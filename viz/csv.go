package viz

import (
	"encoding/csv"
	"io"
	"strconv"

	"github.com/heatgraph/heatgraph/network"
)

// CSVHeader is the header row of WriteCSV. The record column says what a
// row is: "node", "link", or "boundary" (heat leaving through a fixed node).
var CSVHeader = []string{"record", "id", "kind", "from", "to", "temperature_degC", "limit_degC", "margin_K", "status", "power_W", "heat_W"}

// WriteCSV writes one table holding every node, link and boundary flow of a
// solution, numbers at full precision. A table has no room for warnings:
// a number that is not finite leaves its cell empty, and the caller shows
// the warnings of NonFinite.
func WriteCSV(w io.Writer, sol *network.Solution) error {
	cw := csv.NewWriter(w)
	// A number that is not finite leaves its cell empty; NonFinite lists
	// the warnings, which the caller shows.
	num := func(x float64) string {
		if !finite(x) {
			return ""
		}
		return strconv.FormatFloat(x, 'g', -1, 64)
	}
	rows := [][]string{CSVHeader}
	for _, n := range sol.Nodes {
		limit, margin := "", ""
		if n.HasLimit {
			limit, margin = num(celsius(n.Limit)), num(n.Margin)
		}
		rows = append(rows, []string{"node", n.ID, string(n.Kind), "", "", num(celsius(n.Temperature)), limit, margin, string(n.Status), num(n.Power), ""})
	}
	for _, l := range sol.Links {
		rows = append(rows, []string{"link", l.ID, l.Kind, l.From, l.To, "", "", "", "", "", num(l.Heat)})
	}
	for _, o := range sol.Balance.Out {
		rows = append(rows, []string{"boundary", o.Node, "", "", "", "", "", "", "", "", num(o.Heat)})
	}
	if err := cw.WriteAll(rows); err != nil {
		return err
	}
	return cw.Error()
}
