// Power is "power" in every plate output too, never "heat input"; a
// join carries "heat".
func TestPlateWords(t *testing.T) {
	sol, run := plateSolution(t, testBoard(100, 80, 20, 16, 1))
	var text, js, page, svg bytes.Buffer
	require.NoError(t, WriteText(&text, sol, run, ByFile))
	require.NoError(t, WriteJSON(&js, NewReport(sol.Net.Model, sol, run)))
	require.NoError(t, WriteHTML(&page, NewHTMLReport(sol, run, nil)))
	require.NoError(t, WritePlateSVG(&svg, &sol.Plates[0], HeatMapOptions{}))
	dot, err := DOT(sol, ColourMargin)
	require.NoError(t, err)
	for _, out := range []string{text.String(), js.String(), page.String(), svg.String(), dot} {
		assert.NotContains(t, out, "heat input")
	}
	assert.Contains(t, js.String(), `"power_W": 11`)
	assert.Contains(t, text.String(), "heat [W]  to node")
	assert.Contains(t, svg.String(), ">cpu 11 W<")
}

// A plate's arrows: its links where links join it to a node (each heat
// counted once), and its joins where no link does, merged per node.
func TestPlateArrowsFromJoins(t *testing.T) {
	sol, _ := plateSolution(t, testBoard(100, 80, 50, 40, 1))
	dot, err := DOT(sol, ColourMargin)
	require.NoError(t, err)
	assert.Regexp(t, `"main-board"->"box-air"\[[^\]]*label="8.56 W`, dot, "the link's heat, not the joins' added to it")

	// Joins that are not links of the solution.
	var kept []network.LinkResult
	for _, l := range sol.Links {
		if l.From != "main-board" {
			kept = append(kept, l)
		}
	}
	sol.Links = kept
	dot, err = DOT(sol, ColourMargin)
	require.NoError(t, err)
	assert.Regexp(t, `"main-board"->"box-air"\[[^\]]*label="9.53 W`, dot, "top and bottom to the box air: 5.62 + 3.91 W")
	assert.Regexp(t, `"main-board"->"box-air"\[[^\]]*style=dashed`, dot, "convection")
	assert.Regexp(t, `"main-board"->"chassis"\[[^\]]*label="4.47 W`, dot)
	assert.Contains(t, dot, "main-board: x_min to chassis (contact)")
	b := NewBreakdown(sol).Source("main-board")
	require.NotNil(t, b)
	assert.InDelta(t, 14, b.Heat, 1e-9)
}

* [Task to carry out]: All entries must come back exactly as they were written.

* [Exercise response]:
filename viz/csv.go
package viz

import (
	"encoding/csv"
	"io"
	"strconv"

	"github.com/heatgraph/heatgraph/network"
)

// CSVHeader is the header row of WriteCSV. The record column says what a
// row is: "node", "link", or "boundary" (heat leaving through a fixed node).
var CSVHeader = []string{"record", "id", "kind", "from", "to", "temperature_degC", "limit_degC", "margin_K", "status", "power_W", "heat_W"}

// WriteCSV writes one table holding every node, link and boundary flow of a
// solution, numbers at full precision. A table has no room for warnings:
// a number that is not finite leaves its cell empty, and the caller shows
// the warnings of NonFinite.
func WriteCSV(w io.Writer, sol *network.Solution) error {
	cw := csv.NewWriter(w)
	// A number that is not finite leaves its cell empty; NonFinite lists
	// the warnings, which the caller shows.
	num := func(x float64) string {
		if !finite(x) {
			return ""
		}
		return strconv.FormatFloat(x, 'g', -1, 64)
	}
	rows := [][]string{CSVHeader}
	for _, n := range sol.Nodes {
		limit, margin := "", ""
		if n.HasLimit {
			limit, margin = num(celsius(n.Limit)), num(n.Margin)
		}
		rows = append(rows, []string{"node", n.ID, string(n.Kind), "", "", num(celsius(n.Temperature)), limit, margin, string(n.Status), num(n.Power), ""})
	}
	for _, l := range sol.Links {
		rows = append(rows, []string{"link", l.ID, l.Kind, l.From, l.To, "", "", "", "", "", num(l.Heat)})
	}
	for _, o := range sol.Balance.Out {
		rows = append(rows, []string{"boundary", o.Node, "", "", "", "", "", "", "", "", num(o.Heat)})
	}
	if err := cw.WriteAll(rows); err != nil {
		return err
	}
	return cw.Error()
}
// Power is "power" in every plate output too, never "heat input"; a
// join carries "heat".
func TestPlateWords(t *testing.T) {
	sol, run := plateSolution(t, testBoard(100, 80, 20, 16, 1))
	var text, js, page, svg bytes.Buffer
	require.NoError(t, WriteText(&text, sol, run, ByFile))
	require.NoError(t, WriteJSON(&js, NewReport(sol.Net.Model, sol, run)))
	require.NoError(t, WriteHTML(&page, NewHTMLReport(sol, run, nil)))
	require.NoError(t, WritePlateSVG(&svg, &sol.Plates[0], HeatMapOptions{}))
	dot, err := DOT(sol, ColourMargin)
	require.NoError(t, err)
	for _, out := range []string{text.String(), js.String(), page.String(), svg.String(), dot} {
		assert.NotContains(t, out, "heat input")
	}
	assert.Contains(t, js.String(), `"power_W": 11`)
	assert.Contains(t, text.String(), "heat [W]  to node")
	assert.Contains(t, svg.String(), ">cpu 11 W<")
}

// A plate's arrows: its links where links join it to a node (each heat
// counted once), and its joins where no link does, merged per node.
func TestPlateArrowsFromJoins(t *testing.T) {
	sol, _ := plateSolution(t, testBoard(100, 80, 50, 40, 1))
	dot, err := DOT(sol, ColourMargin)
	require.NoError(t, err)
	assert.Regexp(t, `"main-board"->"box-air"\[[^\]]*label="8.56 W`, dot, "the link's heat, not the joins' added to it")

	// Joins that are not links of the solution.
	var kept []network.LinkResult
	for _, l := range sol.Links {
		if l.From != "main-board" {
			kept = append(kept, l)
		}
	}
	sol.Links = kept
	dot, err = DOT(sol, ColourMargin)
	require.NoError(t, err)
	assert.Regexp(t, `"main-board"->"box-air"\[[^\]]*label="9.53 W`, dot, "top and bottom to the box air: 5.62 + 3.91 W")
	assert.Regexp(t, `"main-board"->"box-air"\[[^\]]*style=dashed`, dot, "convection")
	assert.Regexp(t, `"main-board"->"chassis"\[[^\]]*label="4.47 W`, dot)
	assert.Contains(t, dot, "main-board: x_min to chassis (contact)")
	b := NewBreakdown(sol).Source("main-board")
	require.NotNil(t, b)
	assert.InDelta(t, 14, b.Heat, 1e-9)
}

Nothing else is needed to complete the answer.